Ah! vida, me fiz consciente,
mestiça de mim, de ti ,
em morte - quase semente.

E em terra desejo estar
e sempre, enquanto me alerto
nas vozes de vento e mar.

Sem jamais me resolver
a conter-me num deserto
ou saciar-me de morrer.



V

Moro em mim? No meu destino, largado
partido em mil?
Moro aqui? Demoraria
sempre aqui, sem me saber - fugindo sempre
estaria?
Eis um lugar. Degredo
(de quê?). Dimensão se perseguindo
num sonho? - Sim, que me acordo.
Tudo existe circunstante
e ninguém para me crer.
Sou eu o sonho,
momento da ausência alheia (que devasso quase fria).
Morte, vida recente,
subindo em mim a resina,
ungüento de noite, amor.

As sombras e seus véus,
tantos véus - o mais sucinto
preso a meu corpo (aparente?)
me divide em dois recintos.
Um deles sendo equilíbrio
noutro posso me conter.
Avanço no sono aberto
até a altura do dia,
fria, fria,
mais fria, minha pele
filtra a aurora - neste tempo
aquela hora, seu pulso de instante e ocaso.
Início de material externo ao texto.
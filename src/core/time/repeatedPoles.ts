/**
 * Merges numerically split copies of a repeated pole into one pole with a multiplicity. A root of
 * multiplicity m comes out of a root finder as m values spread over about ε^(1/m); partial fractions need
 * the multiplicity and an accurate centre. Candidates are merged closest first; a merged centre is refined
 * by Newton's method on A^(m−1), where the root is simple, and accepted only if A, A', …, A^(m−1) vanish
 * there to within MULTIPLE_POLE_TOLERANCE — the multiple-root test of Z. Zeng, "Computing multiple roots of
 * inexact polynomials" (Math. Comp. 74, 2005), in a simple form. Private helper of the time-response code;
 * findRoots(...).grouped does the same job and this pass is then a check that changes nothing.
 */
import type { Root } from '../types.ts';
import { taylorAt, taylorBound } from './taylor.ts';

/**
 * Poles are treated as one repeated pole when merging them perturbs the denominator's Taylor coefficients
 * at the merged pole by at most this fraction of their rounding bound Σ|a_k|·C(k, j)|p|^(k−j): far above
 * the 1e-16 of arithmetic and coefficient rounding, far below what distinct design poles produce (two poles
 * 1e-4 apart perturb by about 1e-8).
 */
export const MULTIPLE_POLE_TOLERANCE = 1e-10;

/** Poles farther apart than this (relative to max(1, |pole|)) are never candidates for merging. */
export const POLE_MERGE_SEARCH_RADIUS = 1e-2;

/** Newton steps allowed when refining a merged centre; convergence is linear while a cluster is incomplete. */
const REFINE_STEPS = 60;

interface Cluster {
  re: number;
  im: number;
  multiplicity: number;
  /** Indices into the input list. */
  members: number[];
  id: number;
}

/**
 * Groups of poles (conjugates listed separately) with numerically coincident ones merged. a: denominator in
 * descending powers of z whose roots the groups are; groups: the root finder's groups.
 */
export function mergeRepeatedPoles(a: ArrayLike<number>, groups: readonly Root[]): Root[] {
  let clusters: Cluster[] = groups.map((g, i) => polish(a, g, i));
  let nextId = clusters.length;
  const rejected = new Set<string>();
  for (;;) {
    let best: [Cluster, Cluster] | undefined;
    let bestDist = Infinity;
    for (let i = 0; i < clusters.length; i++) {
      const p = clusters[i]!;
      for (let j = i + 1; j < clusters.length; j++) {
        const q = clusters[j]!;
        const d = Math.hypot(p.re - q.re, p.im - q.im);
        const reach = POLE_MERGE_SEARCH_RADIUS * Math.max(1, Math.hypot(p.re, p.im));
        if (d < bestDist && d <= reach && !rejected.has(`${p.id}:${q.id}`)) {
          bestDist = d;
          best = [p, q];
        }
      }
    }
    if (!best) break;
    const [p, q] = best;
    const merged = tryMerge(a, p, q, nextId);
    if (merged) {
      nextId++;
      clusters = clusters.filter((c) => c !== p && c !== q);
      clusters.push(merged);
    } else {
      rejected.add(`${p.id}:${q.id}`);
    }
  }
  return symmetrize(clusters, groups);
}

function tryMerge(a: ArrayLike<number>, p: Cluster, q: Cluster, id: number): Cluster | undefined {
  const m = p.multiplicity + q.multiplicity;
  if (m > a.length - 1) return undefined;
  const startRe = (p.re * p.multiplicity + q.re * q.multiplicity) / m;
  const startIm = (p.im * p.multiplicity + q.im * q.multiplicity) / m;
  const centre = refineCentre(a, startRe, startIm, m);
  if (!centre || !isMultipleRoot(a, centre[0], centre[1], m)) return undefined;
  return { re: centre[0], im: centre[1], multiplicity: m, members: [...p.members, ...q.members], id };
}

/** The root finder's group, polished by Newton on A^(m−1) when that gives a verified m-fold root. */
function polish(a: ArrayLike<number>, g: Root, i: number): Cluster {
  const centre = refineCentre(a, g.re, g.im, g.multiplicity);
  const ok = centre !== undefined && isMultipleRoot(a, centre[0], centre[1], g.multiplicity);
  const [re, im] = ok ? centre : [g.re, g.im];
  return { re, im, multiplicity: g.multiplicity, members: [i], id: i };
}

/** Newton's method on A^(m−1) from (re, im); undefined if it leaves the search radius or breaks down. */
function refineCentre(
  a: ArrayLike<number>,
  startRe: number,
  startIm: number,
  m: number,
): [number, number] | undefined {
  let re = startRe;
  let im = startIm;
  for (let s = 0; s < REFINE_STEPS; s++) {
    // With A(c + t) = Σ α_j t^j the Newton step for A^(m−1) is α_{m−1} / (m·α_m).
    const [ar, ai] = taylorAt(a, re, im, m + 1);
    const nr = ar[m - 1]!;
    const ni = ai[m - 1]!;
    const dr = m * ar[m]!;
    const di = m * ai[m]!;
    const den = dr * dr + di * di;
    if (den === 0) break;
    const sr = (nr * dr + ni * di) / den;
    const si = (ni * dr - nr * di) / den;
    if (!Number.isFinite(sr) || !Number.isFinite(si)) return undefined;
    re -= sr;
    im -= si;
    if (Math.hypot(sr, si) <= 2 * Number.EPSILON * Math.hypot(re, im)) break;
  }
  const reach = POLE_MERGE_SEARCH_RADIUS * Math.max(1, Math.hypot(startRe, startIm));
  return Math.hypot(re - startRe, im - startIm) <= reach ? [re, im] : undefined;
}

/** Whether A, A', …, A^(m−1) all vanish at (re, im) to within MULTIPLE_POLE_TOLERANCE of their bounds. */
function isMultipleRoot(a: ArrayLike<number>, re: number, im: number, m: number): boolean {
  const [ar, ai] = taylorAt(a, re, im, m);
  const bound = taylorBound(a, Math.hypot(re, im), m);
  for (let j = 0; j < m; j++) {
    if (!(Math.hypot(ar[j]!, ai[j]!) <= MULTIPLE_POLE_TOLERANCE * bound[j]!)) return false;
  }
  return true;
}

/** Makes the result exactly conjugate-symmetric: self-conjugate clusters become real, mirrors exact conjugates. */
function symmetrize(clusters: Cluster[], groups: readonly Root[]): Root[] {
  const mate = groups.map((g, i) => {
    if (g.im === 0) return i;
    let best = i;
    let bestDist = Infinity;
    groups.forEach((h, j) => {
      const d = Math.hypot(h.re - g.re, h.im + g.im);
      if (j !== i && h.multiplicity === g.multiplicity && d < bestDist) {
        bestDist = d;
        best = j;
      }
    });
    return best;
  });
  const owner = new Int32Array(groups.length);
  clusters.forEach((c, k) => c.members.forEach((i) => (owner[i] = k)));
  const out: Root[] = clusters.map((c) => ({ re: c.re, im: c.im, multiplicity: c.multiplicity }));
  clusters.forEach((c, k) => {
    const mirror = owner[mate[c.members[0]!]!]!;
    const root = out[k]!;
    if (mirror === k) root.im = 0;
    else if (c.im > 0 && out[mirror]!.multiplicity === c.multiplicity) {
      out[mirror] = { re: root.re, im: -root.im, multiplicity: root.multiplicity };
    }
  });
  return out;
}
Eis que me encontro. Limite
de transparência e contato
entre a luz e meu retrato, na casta
parede - a louca?
Marulho d'água, caindo
dentro de mim, claridade.
Graça de mãos mais presentes,
que minhas mãos, já vazias
de sua forma, na palma.
Que gesto extenso as reteve
sempre além, configuradas?

E este azul, quase em branco
se desfazendo (na carne?).
Ah! Três retinas cortadas
de um prisma, se amanhecidas
nestes vidros, na vigília.
Ah! Três retinas pousadas
em ver, em ver contemplando
(ser, será o esquecimento
de quanto somos - pensando?.



MARIA ÂNGELA ALVIM (1926-1959)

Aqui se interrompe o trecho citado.